Exercise directions: Select, from the material below, each line with "reagentplan" in it.

═════ Given information

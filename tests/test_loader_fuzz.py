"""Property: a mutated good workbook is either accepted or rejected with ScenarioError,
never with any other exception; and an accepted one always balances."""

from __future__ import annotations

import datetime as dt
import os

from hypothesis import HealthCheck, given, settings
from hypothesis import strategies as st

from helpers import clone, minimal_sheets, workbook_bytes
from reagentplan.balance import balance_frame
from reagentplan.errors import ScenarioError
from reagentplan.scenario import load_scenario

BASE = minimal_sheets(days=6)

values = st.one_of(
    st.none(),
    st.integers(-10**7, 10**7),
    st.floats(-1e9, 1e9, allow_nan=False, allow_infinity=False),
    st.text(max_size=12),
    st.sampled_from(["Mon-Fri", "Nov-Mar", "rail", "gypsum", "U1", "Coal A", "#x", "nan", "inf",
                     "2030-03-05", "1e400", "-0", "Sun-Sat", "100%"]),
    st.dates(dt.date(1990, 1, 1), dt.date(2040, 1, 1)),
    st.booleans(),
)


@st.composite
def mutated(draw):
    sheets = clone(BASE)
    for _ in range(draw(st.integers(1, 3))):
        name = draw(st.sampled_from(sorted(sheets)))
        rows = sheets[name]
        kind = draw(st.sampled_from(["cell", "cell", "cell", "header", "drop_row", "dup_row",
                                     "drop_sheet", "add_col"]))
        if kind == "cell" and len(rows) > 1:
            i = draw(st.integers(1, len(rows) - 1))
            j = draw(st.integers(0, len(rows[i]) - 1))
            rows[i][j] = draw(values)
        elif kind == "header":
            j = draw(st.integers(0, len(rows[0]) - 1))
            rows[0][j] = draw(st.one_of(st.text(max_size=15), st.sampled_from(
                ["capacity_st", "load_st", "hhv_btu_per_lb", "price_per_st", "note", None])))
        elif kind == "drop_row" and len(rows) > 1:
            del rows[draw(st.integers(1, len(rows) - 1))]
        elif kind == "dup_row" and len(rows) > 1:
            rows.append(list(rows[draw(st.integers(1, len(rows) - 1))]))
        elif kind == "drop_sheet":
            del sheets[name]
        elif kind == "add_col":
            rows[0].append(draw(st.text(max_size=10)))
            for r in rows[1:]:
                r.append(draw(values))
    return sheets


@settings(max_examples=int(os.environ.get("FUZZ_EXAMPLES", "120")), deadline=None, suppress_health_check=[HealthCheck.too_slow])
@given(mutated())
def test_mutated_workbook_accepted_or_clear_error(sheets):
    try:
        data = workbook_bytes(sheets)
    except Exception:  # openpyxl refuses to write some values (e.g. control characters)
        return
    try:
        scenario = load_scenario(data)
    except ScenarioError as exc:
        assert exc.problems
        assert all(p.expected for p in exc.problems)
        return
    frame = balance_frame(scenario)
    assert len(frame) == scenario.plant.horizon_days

══════════

Written solution:
from reagentplan.balance import balance_frame
from reagentplan.errors import ScenarioError
from reagentplan.scenario import load_scenario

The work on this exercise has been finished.